Mangelnde Verbindlichkeit als neues Markenzeichen unserer Projektarbeit

Vor kurzem erschien im Projekt Magazin 15/2012 der Artikel „Was Projektmanager von Partys lernen können„. Der Artikel ist zweierlei Hinsicht bemerkenswert.

Zum einen muss eine Party herhalten, um Projektmanagement zu erklären. Aus der Sicht der Pädagogik und Didaktik ist es zu begrüßen, ein griffiges Beispiel darzustellen. Damit holt man nämlich den Leser an der richtigen Stelle ab. Andererseits zeigt die Vorgehensweise, dass wir in einer Spaßgesellschaft leben und unsere Tugenden wie Verbindlichkeit und Verantwortung nicht mehr so wichtig erscheinen.

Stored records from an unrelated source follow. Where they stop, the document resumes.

import { useEffect, useState } from 'react';
import type { PricingRequest } from '@/pricing/contract';
import type { Comparison, PricedRoute } from './pricing-messages';
import { pricingThread } from './pricing-thread';

/** What is to be priced, for which underlying, and how closely routes have to agree. */
export type PricingSubject = { request: PricingRequest; underlyingId: string; tolerance: number };

export type IndicativePrice = PricingSubject & {
  routes: readonly PricedRoute[];
  /** Null until every route has come in. */
  comparison: Comparison | null;
};

export type PricingView = {
  /** The newest price there is: of these terms, or the last one of this underlying. */
  price: IndicativePrice | null;
  /** The newest price whose routes have all come in; a moment behind `price` while they do. */
  compared: IndicativePrice | null;
  /** Whether `price` belongs to the terms that were asked for. */
  current: boolean;
  failed: boolean;
};

const keyOf = ({ request, underlyingId, tolerance }: PricingSubject) =>
  JSON.stringify({ request, underlyingId, tolerance });

/**
 * Prices the subject in the thread whenever it changes. Without a request nothing is asked, and the
 * last price of the underlying stays.
 */
export function useIndicativePrice(
  underlyingId: string | null,
  tolerance: number,
  request: PricingRequest | null,
): PricingView {
  const [price, setPrice] = useState<IndicativePrice | null>(null);
  const [compared, setCompared] = useState<IndicativePrice | null>(null);
  const [failed, setFailed] = useState(false);
  const key = underlyingId && request ? keyOf({ request, underlyingId, tolerance }) : null;
  useEffect(() => {
    if (key === null) return;
    const subject = JSON.parse(key) as PricingSubject;
    return pricingThread().price(
      { kind: 'price', request: subject.request, tolerance: subject.tolerance },
      ({ routes, comparison }) => {
        const next = { ...subject, routes, comparison };
        setPrice(next);
        if (comparison !== null) setCompared(next);
      },
      () => setFailed(true),
    );
  }, [key]);
  const own = (one: IndicativePrice | null) => (one?.underlyingId === underlyingId ? one : null);
  const newest = own(price);
  return {
    price: newest,
    compared: own(compared),
    current: newest !== null && keyOf(newest) === key,
    failed,
  };
}
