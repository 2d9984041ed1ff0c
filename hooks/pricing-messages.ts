/** What the page and the pricing thread say to each other. */
import type {
  Contract,
  Market,
  MethodName,
  MethodSettings,
  PricingRequest,
  PricingResult,
  Verdict,
} from '@/pricing/contract';

export type PricedRoute = { name: MethodName; result: PricingResult };

export type Comparison = { verdict: Verdict; refuted: boolean };

/** Only the newest price is wanted: a later task takes the place of one under way. */
export type PriceTask = { kind: 'price'; request: PricingRequest; tolerance: number };

/** Everything else is answered once and in full. */
export type QuestionTask =
  | { kind: 'volatility'; request: PricingRequest; premium: number }
  | { kind: 'strike'; request: PricingRequest; delta: number }
  | { kind: 'reprice'; contract: Contract; market: Market; methods: readonly MethodSettings[] };

export type PricingMessage = { sequence: number; task: PriceTask | QuestionTask };

export type Solution = { ok: true; value: number } | { ok: false; message: string };

export type PricingReply = { sequence: number } & (
  | { kind: 'routes'; routes: PricedRoute[]; comparison: Comparison | null }
  | { kind: 'solution'; solution: Solution }
);
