/**
 * The session of this tab and the one way from a hook to the server. The access token lives in
 * memory only. A call that meets an ended session refreshes it once; when that fails too, it waits
 * until the person has signed in again over the open screen, and is then sent once more, so that
 * nothing typed is lost. A call that needs the password again waits for it in the same way.
 */
import { QueryClient } from '@tanstack/react-query';
import { z } from 'zod';
import { ApiError, callEndpoint, type CallInput } from '@/shared/api-client';
import { endpoints } from '@/shared/contracts';
import type { Me, Session } from '@/shared/contracts/sessions';
import type { Endpoint, ResponseOf } from '@/shared/endpoint';
import { permissions, type Permission } from '@/shared/permissions';
import { readStored, writeStored } from './local-store';

/** What the tab asks of the person before waiting calls can go on. */
export type Prompt = 'sign-in-again' | 'confirm-password';

export type SessionState = {
  status: 'unknown' | 'signed-out' | 'signed-in';
  me: Me | null;
  prompt: Prompt | null;
  /** What the person could do when an act was sent, and was refused because it was taken away. */
  lost: readonly Permission[];
};

/** Scripts cannot see the refresh cookie; this remembers that there may be one to bring back. */
const signedInKey = 'driftless.signed-in';

let state: SessionState = { status: 'unknown', me: null, prompt: null, lost: [] };
let accessToken: string | undefined;
let refreshing: Promise<void> | null = null;
let waiting: {
  prompt: Prompt;
  settle: (answered: boolean) => void;
  answer: Promise<boolean>;
} | null = null;
const listeners = new Set<() => void>();

export const queryClient = new QueryClient({
  defaultOptions: {
    queries: {
      staleTime: 15_000,
      networkMode: 'always',
      retry: (failures, error) => failures < 2 && error instanceof ApiError && error.retryable,
    },
    mutations: { networkMode: 'always', retry: false },
  },
});

export const readSession = (): SessionState => state;

export function subscribeSession(listener: () => void): () => void {
  listeners.add(listener);
  return () => listeners.delete(listener);
}

function setState(change: Partial<SessionState>) {
  state = { ...state, ...change };
  for (const listener of listeners) listener();
}

/** Tabs share the cookie: another person who has signed in must not see what was open before. */
function adopt(session: Session) {
  accessToken = session.accessToken;
  if (state.me !== null && state.me.user.id !== session.me.user.id) {
    queryClient.clear();
    settlePrompt(false);
  }
  writeStored(signedInKey, true);
  setState({ status: 'signed-in', me: session.me });
}

/** Nobody is signed in: nothing of whoever was stays in this tab. */
export function forgetSession(): void {
  accessToken = undefined;
  queryClient.clear();
  settlePrompt(false);
  writeStored(signedInKey, false);
  setState({ status: 'signed-out', me: null, lost: [] });
}

const isSignedOut = (error: unknown): error is ApiError =>
  error instanceof ApiError && (error.code === 'session-ended' || error.code === 'not-signed-in');

const isCode = (error: unknown, ...codes: string[]) =>
  error instanceof ApiError && codes.includes(error.code);

/** Tabs share the refresh cookie, which is rotated: one tab at a time may use it. */
async function alone<T>(work: () => Promise<T>): Promise<T> {
  if (!navigator.locks) return work();
  return navigator.locks.request('driftless-session', work);
}

/** One refresh at a time in this tab; calls that fail together share it. */
function refresh(): Promise<void> {
  refreshing ??= alone(async () => adopt(await callEndpoint(endpoints.refreshSession))).finally(
    () => {
      refreshing = null;
    },
  );
  return refreshing;
}

function ask(prompt: Prompt): Promise<boolean> {
  if (waiting?.prompt === prompt) return waiting.answer;
  settlePrompt(false);
  let settle: (answered: boolean) => void = () => undefined;
  const answer = new Promise<boolean>((resolve) => {
    settle = resolve;
  });
  waiting = { prompt, settle, answer };
  setState({ prompt });
  return answer;
}

function settlePrompt(answered: boolean) {
  const asked = waiting;
  if (!asked) return;
  waiting = null;
  setState({ prompt: null });
  asked.settle(answered);
}

/** The person closed the dialog: the waiting calls fail with what the server said. */
export const dismissPrompt = (): void => settlePrompt(false);

/** Refreshes the session; where that is refused, waits for a new sign-in over the open screen. */
async function renew(failed: unknown): Promise<void> {
  try {
    await refresh();
  } catch (error) {
    if (!isSignedOut(error) || state.me === null) throw error;
    if (!(await ask('sign-in-again'))) throw failed;
  }
}

const send = <E extends Endpoint>(endpoint: E, input: CallInput<E>) =>
  callEndpoint(endpoint, { ...input, accessToken });

async function sendRenewing<E extends Endpoint>(endpoint: E, input: CallInput<E>) {
  const sentWith = accessToken;
  const sentBy = state.me?.user.id;
  try {
    return await send(endpoint, input);
  } catch (error) {
    if (!isSignedOut(error)) throw error;
    if (sentWith === accessToken) await renew(error);
    // What one person sent is never repeated in the name of another.
    if (sentBy !== state.me?.user.id) throw error;
    return send(endpoint, input);
  }
}

/** Calls an endpoint as the person who is signed in. */
export async function call<E extends Endpoint>(
  endpoint: E,
  input: CallInput<E> = {},
): Promise<ResponseOf<E>> {
  try {
    return await sendRenewing(endpoint, input);
  } catch (error) {
    if (isCode(error, 'not-permitted', 'not-a-member', 'suspended')) await followRefusal();
    if (!isCode(error, 'step-up-required') || !(await ask('confirm-password'))) throw error;
    return sendRenewing(endpoint, input);
  }
}

/** Permissions may have changed meanwhile: reads them again, and what is offered follows. */
export async function reloadMe(): Promise<void> {
  const me = await sendRenewing(endpoints.getMe, {});
  setState({ me });
}

const held = (me: Me | null, permission: Permission) =>
  me?.desks.filter((desk) => desk.permissions.includes(permission)).length ?? 0;

/** What is no longer offered would otherwise go without a word. */
async function followRefusal() {
  const before = state.me;
  await reloadMe();
  const lost = permissions.filter((each) => held(state.me, each) < held(before, each));
  if (lost.length > 0) setState({ lost });
}

export const dismissLost = (): void => setState({ lost: [] });

/** On opening the page: is there a session that the cookie can bring back? */
export async function restoreSession(): Promise<void> {
  if (readStored(signedInKey, z.boolean()) !== true) return forgetSession();
  try {
    await refresh();
  } catch (error) {
    if (!isSignedOut(error)) throw error;
    forgetSession();
  }
}

export async function signIn(body: { email: string; password: string }): Promise<void> {
  adopt(await alone(() => callEndpoint(endpoints.signIn, { body })));
  if (waiting?.prompt === 'sign-in-again') settlePrompt(true);
}

export async function confirmPassword(password: string): Promise<void> {
  await sendRenewing(endpoints.stepUp, { body: { password } });
  settlePrompt(true);
}

/** Without an answer of the server the cookie would live on: then nothing is signed out at all. */
export async function signOut(): Promise<void> {
  await alone(() => callEndpoint(endpoints.signOut, { accessToken }));
  forgetSession();
}

/** Marks one intention, so that sending it twice creates one record. */
export function newIdempotencyKey(): string {
  const bytes = crypto.getRandomValues(new Uint8Array(16));
  bytes[6] = (bytes[6] & 0x0f) | 0x40;
  bytes[8] = (bytes[8] & 0x3f) | 0x80;
  const hex = Array.from(bytes, (byte) => byte.toString(16).padStart(2, '0')).join('');
  return hex.replace(/^(.{8})(.{4})(.{4})(.{4})(.{12})$/, '$1-$2-$3-$4-$5');
}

Und eben in diesem Artikel gibt es eine Passage, die dies auf entsprechende Weise weiter untermauert:

„Am Buffet fällt ein Glas zu Boden. „Nichts passiert“, beruhigt ihn Christian. „Wir schieben die Scherben zur Seite und ich hole mir ein neues Glas. Es sind genug da. Sie sind der neue Projektmanager Max, nicht wahr?““

Hier wird gezeigt, dass es nichts ausmacht, keine Verantwortung zu übernehmen. Anstatt Schaufel und Besen zu holen und die Scherben fachgerecht zu entsorgen, werden diese einfach unter den Tisch geschoben.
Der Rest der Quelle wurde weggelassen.